*Activity*. From the entries that follow, copy each line in which "meanFigures" appears.

*Data records*.
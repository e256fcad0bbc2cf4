import { describe, expect, it } from 'vitest';
import { combineQuality, estimated, finiteFigure, fromFigures, good, lift, meanFigures, propagate, qualityFromSampleGrade, sumFigures, unavailable, withUnit, worstQuality } from '../../../shared/domain/quality.js';

describe('figure quality', () => {
  it('worst wins and reasons are concatenated without duplicates', () => {
    expect(worstQuality()).toBe('good');
    expect(worstQuality('good', 'estimated')).toBe('estimated');
    expect(worstQuality('estimated', 'unavailable', 'good')).toBe('unavailable');
    const c = combineQuality(good(1), estimated(2, 'MLSS tag stale'), estimated(3, 'MLSS tag stale', 'SVI 3 days old'));
    expect(c).toEqual({ quality: 'estimated', reasons: ['MLSS tag stale', 'SVI 3 days old'] });
  });

  it('propagate downgrades a figure by its inputs; unavailable input nulls the value', () => {
    expect(propagate(good(5), estimated(1, 'a'))).toEqual({ value: 5, quality: 'estimated', reasons: ['a'] });
    expect(propagate(good(5), unavailable('flow tag bad'))).toEqual({ value: null, quality: 'unavailable', reasons: ['flow tag bad'] });
  });

  it('lift computes from input values and never calls fn with an unavailable input', () => {
    const sum = lift({ a: good(2), b: estimated(3, 'b estimated') }, (v) => good(v.a + v.b));
    expect(sum).toEqual({ value: 5, quality: 'estimated', reasons: ['b estimated'] });
    let called = false;
    const none = lift({ a: good(2), b: unavailable('b missing') }, (v) => {
      called = true;
      return good(v.a);
    });
    expect(called).toBe(false);
    expect(none).toMatchObject({ value: null, quality: 'unavailable', reasons: ['b missing'] });
  });

  it('non-finite numbers never escape as good figures', () => {
    expect(good(Number.NaN).quality).toBe('unavailable');
    expect(good(Infinity).value).toBeNull();
    expect(estimated(-Infinity, 'x').value).toBeNull();
    expect(finiteFigure(1 / 0, 'division by zero')).toEqual({ value: null, quality: 'unavailable', reasons: ['division by zero'] });
  });

  it('maps stored sample grades (OPC UA severity) to figure quality', () => {
    expect(qualityFromSampleGrade('good')).toBe('good');
    expect(qualityFromSampleGrade('uncertain')).toBe('estimated');
    expect(qualityFromSampleGrade('bad')).toBe('unavailable');
  });
});

describe('figure arithmetic with quality (sum, mean, positional lift)', () => {
  const a = good(2);
  const b = estimated(3, 'b drifts');
  const u = unavailable<number>('c offline');
  it('sum 2 + 3 = 5 carries the worst grade and every reason; an unavailable part makes it unavailable, never a partial sum', () => {
    expect(sumFigures([a, b], 'parts')).toEqual({ value: 5, quality: 'estimated', reasons: ['b drifts'] });
    expect(sumFigures([a, b, u], 'parts')).toEqual({ value: null, quality: 'unavailable', reasons: ['b drifts', 'c offline'] });
    expect(sumFigures([], 'basins')).toMatchObject({ value: null, reasons: ['no basins configured'] });
  });
  it('mean (2 + 3)/2 = 2.5 and fromFigures 2 × 3 = 6 propagate the same way', () => {
    expect(meanFigures([a, b], 'parts')).toMatchObject({ value: 2.5, quality: 'estimated' });
    expect(fromFigures([a, b], (x, y) => x * y)).toMatchObject({ value: 6, quality: 'estimated', reasons: ['b drifts'] });
    expect(fromFigures([a, b], () => unavailable('zero divisor'))).toMatchObject({ value: null, reasons: ['b drifts', 'zero divisor'] });
    expect(fromFigures([a, u], () => 1).value).toBeNull();
    expect(fromFigures([a], (x) => x / 0)).toMatchObject({ value: null, quality: 'unavailable' });
  });
  it('withUnit gives the contract shape with its own reasons array', () => {
    const out = withUnit(b, 'kg');
    expect(out).toEqual({ value: 3, quality: 'estimated', reasons: ['b drifts'], unit: 'kg' });
    expect(out.reasons).not.toBe(b.reasons);
  });
});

*Task result*.
import { combineQuality, estimated, finiteFigure, fromFigures, good, lift, meanFigures, propagate, qualityFromSampleGrade, sumFigures, unavailable, withUnit, worstQuality } from '../../../shared/domain/quality.js';
    expect(meanFigures([a, b], 'parts')).toMatchObject({ value: 2.5, quality: 'estimated' });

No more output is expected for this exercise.